RECORD SET
[Start of Attachment]
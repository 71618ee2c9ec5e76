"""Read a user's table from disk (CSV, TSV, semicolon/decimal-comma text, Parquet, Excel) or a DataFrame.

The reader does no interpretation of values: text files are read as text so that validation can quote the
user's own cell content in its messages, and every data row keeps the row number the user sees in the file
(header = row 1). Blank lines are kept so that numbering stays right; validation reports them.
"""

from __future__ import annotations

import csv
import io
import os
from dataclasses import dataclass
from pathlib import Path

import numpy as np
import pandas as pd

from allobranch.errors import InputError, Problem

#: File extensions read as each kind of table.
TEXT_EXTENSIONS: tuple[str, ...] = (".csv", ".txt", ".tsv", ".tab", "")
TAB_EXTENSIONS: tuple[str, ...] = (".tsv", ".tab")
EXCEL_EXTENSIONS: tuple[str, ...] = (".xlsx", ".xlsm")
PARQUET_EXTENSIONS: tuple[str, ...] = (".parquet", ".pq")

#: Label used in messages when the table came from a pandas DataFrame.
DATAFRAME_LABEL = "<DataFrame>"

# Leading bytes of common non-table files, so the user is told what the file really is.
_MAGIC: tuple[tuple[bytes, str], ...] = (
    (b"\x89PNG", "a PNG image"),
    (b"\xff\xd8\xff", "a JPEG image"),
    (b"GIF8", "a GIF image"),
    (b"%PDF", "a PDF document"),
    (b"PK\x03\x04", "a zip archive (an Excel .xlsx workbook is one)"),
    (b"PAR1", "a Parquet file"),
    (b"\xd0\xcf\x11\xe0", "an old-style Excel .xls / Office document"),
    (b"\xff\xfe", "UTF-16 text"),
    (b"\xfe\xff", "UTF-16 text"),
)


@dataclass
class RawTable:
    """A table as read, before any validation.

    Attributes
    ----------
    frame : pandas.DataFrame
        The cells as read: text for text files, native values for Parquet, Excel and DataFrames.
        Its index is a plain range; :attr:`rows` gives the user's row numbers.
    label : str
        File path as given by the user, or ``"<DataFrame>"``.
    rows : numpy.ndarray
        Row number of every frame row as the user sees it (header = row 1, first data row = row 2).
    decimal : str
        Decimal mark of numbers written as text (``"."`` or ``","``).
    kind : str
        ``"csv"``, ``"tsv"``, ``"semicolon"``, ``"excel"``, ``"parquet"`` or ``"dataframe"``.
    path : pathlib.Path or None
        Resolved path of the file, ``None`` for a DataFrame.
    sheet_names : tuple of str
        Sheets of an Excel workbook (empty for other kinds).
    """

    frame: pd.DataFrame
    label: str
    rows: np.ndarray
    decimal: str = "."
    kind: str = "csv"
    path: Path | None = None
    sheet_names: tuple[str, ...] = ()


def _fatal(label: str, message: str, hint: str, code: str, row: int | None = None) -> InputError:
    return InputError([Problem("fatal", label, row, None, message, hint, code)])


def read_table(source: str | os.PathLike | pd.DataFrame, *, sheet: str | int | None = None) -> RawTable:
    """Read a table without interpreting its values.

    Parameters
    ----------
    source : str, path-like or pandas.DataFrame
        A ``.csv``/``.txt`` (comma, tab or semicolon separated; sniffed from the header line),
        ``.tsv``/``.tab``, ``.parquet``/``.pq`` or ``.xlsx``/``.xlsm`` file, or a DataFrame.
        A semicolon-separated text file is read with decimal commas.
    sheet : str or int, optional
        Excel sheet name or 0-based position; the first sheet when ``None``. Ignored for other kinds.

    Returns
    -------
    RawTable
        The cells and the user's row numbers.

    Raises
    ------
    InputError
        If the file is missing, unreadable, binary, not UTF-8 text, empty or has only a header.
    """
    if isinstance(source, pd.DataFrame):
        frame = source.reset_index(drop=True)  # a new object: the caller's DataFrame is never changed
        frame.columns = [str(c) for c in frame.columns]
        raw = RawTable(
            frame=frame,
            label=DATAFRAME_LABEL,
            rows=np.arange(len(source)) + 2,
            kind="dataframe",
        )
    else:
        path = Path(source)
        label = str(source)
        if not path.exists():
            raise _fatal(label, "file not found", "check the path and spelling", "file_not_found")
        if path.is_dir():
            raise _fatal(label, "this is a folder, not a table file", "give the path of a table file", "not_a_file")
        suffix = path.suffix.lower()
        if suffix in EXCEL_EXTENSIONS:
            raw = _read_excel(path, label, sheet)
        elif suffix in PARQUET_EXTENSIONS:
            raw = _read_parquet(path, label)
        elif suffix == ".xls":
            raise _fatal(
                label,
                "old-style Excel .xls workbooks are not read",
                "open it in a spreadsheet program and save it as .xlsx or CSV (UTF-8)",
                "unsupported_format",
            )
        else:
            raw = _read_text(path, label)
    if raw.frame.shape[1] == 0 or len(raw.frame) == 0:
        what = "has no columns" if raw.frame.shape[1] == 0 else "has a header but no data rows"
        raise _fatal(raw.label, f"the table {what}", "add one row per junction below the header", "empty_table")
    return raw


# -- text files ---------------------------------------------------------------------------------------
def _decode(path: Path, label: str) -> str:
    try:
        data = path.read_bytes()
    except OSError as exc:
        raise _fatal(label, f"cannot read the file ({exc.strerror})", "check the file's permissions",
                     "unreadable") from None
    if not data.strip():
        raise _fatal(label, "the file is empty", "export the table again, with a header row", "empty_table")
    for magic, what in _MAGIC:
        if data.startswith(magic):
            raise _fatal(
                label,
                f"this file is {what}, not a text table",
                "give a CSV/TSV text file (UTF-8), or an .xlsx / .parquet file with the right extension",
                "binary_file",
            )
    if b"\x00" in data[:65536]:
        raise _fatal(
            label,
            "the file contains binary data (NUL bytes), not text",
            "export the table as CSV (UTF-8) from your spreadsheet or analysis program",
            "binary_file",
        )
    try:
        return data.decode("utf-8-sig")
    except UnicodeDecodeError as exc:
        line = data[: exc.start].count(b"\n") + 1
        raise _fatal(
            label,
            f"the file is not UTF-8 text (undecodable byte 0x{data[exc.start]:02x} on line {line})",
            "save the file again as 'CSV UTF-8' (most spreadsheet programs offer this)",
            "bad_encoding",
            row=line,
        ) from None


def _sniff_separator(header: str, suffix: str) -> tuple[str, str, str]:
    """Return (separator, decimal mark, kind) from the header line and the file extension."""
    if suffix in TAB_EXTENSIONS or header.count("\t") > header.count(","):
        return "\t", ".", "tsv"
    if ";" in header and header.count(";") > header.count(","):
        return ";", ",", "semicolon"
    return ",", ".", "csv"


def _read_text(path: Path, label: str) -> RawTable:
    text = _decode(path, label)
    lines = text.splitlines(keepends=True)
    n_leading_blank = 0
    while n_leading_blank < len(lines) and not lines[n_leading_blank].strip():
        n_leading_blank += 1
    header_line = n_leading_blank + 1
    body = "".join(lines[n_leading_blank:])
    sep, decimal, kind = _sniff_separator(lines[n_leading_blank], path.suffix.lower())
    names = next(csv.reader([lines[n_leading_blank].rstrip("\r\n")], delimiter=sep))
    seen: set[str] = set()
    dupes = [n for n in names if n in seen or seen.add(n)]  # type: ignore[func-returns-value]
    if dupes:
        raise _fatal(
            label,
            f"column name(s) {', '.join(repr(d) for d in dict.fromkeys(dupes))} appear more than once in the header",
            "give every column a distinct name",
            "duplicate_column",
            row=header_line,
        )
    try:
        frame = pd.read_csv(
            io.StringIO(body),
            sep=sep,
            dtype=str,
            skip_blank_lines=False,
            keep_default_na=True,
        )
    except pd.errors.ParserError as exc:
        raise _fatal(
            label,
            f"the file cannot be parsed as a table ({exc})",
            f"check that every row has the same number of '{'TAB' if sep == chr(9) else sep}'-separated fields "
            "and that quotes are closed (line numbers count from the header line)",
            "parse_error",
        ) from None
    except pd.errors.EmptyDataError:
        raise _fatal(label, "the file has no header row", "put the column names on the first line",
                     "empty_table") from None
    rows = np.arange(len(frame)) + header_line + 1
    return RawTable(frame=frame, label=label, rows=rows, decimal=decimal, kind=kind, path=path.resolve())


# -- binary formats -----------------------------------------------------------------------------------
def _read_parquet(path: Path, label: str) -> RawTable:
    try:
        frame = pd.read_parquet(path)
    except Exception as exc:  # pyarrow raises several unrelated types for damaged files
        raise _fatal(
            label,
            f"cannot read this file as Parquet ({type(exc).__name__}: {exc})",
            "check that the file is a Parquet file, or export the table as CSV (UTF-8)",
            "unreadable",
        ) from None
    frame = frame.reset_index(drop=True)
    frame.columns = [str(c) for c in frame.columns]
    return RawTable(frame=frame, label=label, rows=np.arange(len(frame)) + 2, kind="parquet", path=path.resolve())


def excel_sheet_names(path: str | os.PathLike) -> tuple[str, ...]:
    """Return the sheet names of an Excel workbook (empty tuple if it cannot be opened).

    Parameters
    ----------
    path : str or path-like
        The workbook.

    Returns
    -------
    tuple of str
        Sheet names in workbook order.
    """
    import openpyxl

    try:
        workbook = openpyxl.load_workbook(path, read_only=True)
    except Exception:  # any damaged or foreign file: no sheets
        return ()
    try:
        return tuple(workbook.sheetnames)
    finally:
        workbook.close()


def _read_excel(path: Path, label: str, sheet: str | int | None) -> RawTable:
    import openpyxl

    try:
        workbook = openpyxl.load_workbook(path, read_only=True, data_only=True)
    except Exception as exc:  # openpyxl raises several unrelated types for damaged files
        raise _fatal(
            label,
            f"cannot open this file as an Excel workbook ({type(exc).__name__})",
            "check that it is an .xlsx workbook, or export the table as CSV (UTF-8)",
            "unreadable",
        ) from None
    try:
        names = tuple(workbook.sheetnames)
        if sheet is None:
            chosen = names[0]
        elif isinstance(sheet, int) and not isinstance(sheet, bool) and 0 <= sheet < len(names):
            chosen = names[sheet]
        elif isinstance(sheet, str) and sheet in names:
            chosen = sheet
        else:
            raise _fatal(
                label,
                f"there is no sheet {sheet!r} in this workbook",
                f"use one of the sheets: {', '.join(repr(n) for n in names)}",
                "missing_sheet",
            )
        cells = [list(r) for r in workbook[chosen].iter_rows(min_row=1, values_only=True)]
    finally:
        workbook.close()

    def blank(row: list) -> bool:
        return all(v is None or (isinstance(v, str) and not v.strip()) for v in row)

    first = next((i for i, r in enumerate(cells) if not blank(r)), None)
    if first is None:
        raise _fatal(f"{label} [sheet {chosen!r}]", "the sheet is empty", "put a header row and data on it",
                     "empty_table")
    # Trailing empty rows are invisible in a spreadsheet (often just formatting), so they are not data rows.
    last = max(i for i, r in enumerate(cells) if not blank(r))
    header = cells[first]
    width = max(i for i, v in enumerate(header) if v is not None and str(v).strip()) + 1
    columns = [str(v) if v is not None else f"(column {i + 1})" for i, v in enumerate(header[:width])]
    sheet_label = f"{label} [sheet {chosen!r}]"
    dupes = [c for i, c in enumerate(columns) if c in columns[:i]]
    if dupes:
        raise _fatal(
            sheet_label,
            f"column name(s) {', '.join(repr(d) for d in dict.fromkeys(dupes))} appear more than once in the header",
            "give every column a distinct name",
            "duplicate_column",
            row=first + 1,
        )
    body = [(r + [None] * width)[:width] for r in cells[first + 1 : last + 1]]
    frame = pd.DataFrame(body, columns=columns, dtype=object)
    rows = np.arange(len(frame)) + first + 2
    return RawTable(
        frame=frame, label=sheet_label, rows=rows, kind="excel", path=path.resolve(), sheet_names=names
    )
[End of Attachment]
PROBLEM STATEMENT
Where a line in the entries holds "InputError", copy that line.

THE COMPLETED TASK
from allobranch.errors import InputError, Problem
def _fatal(label: str, message: str, hint: str, code: str, row: int | None = None) -> InputError:
    return InputError([Problem("fatal", label, row, None, message, hint, code)])
    InputError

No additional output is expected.